For CPU backends, clear the buffer pool through the backend:

use tenferro_cpu::CpuBackend;

let mut backend = CpuBackend::new();
backend.clear_runtime_caches().unwrap();

retained_bytes in cache stats is tenferro’s logical retained-data estimate. It is not operating-system RSS and does not include allocator arena slack, thread stacks, or provider-owned memory.

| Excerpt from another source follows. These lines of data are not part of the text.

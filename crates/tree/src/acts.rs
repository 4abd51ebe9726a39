//! Steering by hand: what a person does to a search, and its replay.
//!
//! An act takes effect between two nodes and never inside one: an act that comes while a node
//! is in hand waits until that node is solved, also when the search is paused. So the number of
//! nodes solved before it says exactly when it was done, and [`Search::replay`] with that number
//! gives the same events. Acts on the root (which branching it gets), cuts and a stop that come
//! before the search proper are replayed there; all others once the root is branched on.
//!
//! What an act may claim:
//!
//! | act | why the tree stays true |
//! |---|---|
//! | branch | `column ≤ v` and `column ≥ v + 1` hold every whole value between them |
//! | close | the bound of each node closed stays in the bound of the whole tree |
//! | cut | a member of a family on demand, which is part of the model's meaning |
//! | rule | any column and any open node may come next; a limit ends the search as it stands |
//! | stop | the search ends as it stands |

use std::collections::{BTreeMap, BTreeSet, VecDeque};
use std::fmt;

use lp::Col;
use model::{ColumnId, FamilyState, LabelId, SubsetFamilyId};

use crate::branching::split;
use crate::event::{Event, NodeId, NodeState};
use crate::relaxation::{Addition, RowOrigin, float_bounds};
use crate::rules::Rule;
use crate::search::{Ending, Opening, Search, State};

/// What a person does to a search.
#[derive(Debug, Clone, PartialEq, Eq)]
pub enum Act {
    /// Branch on a whole column at an open node, which is solved next, or at the root before it
    /// is branched on. Where the value is whole at the node's point the column is split beside
    /// it. A node that its own relaxation closes is not branched on.
    Branch {
        /// The node.
        node: NodeId,
        /// The column.
        column: ColumnId,
    },
    /// Close every open node of a subtree; not of the whole tree.
    Close {
        /// The top of the subtree.
        node: NodeId,
    },
    /// Add a member of a family on demand to the relaxation of every node from now on.
    Cut {
        /// The family.
        family: SubsetFamilyId,
        /// The subset whose member it is.
        subset: BTreeSet<LabelId>,
    },
    /// Let a rule or a limit hold from now on; in the same place as a stop.
    Rule(Rule),
    /// End the search after the node in hand; as the first node after the root is branched on
    /// at the earliest, unless it comes before that.
    Stop,
}

/// What became of an act.
#[derive(Debug, Clone, PartialEq, Eq)]
pub struct Acted {
    /// The act.
    pub act: Act,
    /// Nodes solved before it took effect or was refused.
    pub after: u32,
    /// Whether it came from [`Search::replay`].
    pub replayed: bool,
    /// Why it was refused and changed nothing.
    pub refused: Option<Refusal>,
}

/// Why an act does not apply. Its text is a clause.
#[derive(Debug, Clone, PartialEq, Eq)]
pub enum Refusal {
    /// There is no such node (yet).
    NoSuchNode(NodeId),
    /// The node is not open any more.
    NotOpen(NodeId, NodeState),
    /// The column is not one that must be whole.
    NotWhole,
    /// The bounds of the node leave one value for the column.
    Fixed(NodeId),
    /// The subtree is the whole tree.
    WholeTree,
    /// No node of the subtree is open.
    NothingOpen(NodeId),
    /// The family is not a family over subsets that is on demand.
    NotOnDemand,
    /// The set gives no member of the family.
    NoMember,
    /// The row is in the relaxation already.
    Present,
    /// The kernel does not take the row.
    Kernel(String),
    /// The search has ended.
    Ended,
}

CacheStats also reports cache events when the owner can observe them: hits, misses, evictions, and explicit clears. Extension cache selectors scope event counters the same way they scope entries and retained_bytes, so ExtensionCacheSelector::Family and ExtensionCacheSelector::Cache report only the selected family or cache.

CUDA Transfer Boundaries

CUDA transfers are explicit. Upload once near the boundary of a CUDA workload, run supported operations on CUDA tensors, then download only when host inspection or CPU execution is needed. Repeated upload/download inside tight loops usually dominates runtime. See Devices and GPU for the current CUDA coverage and setup commands.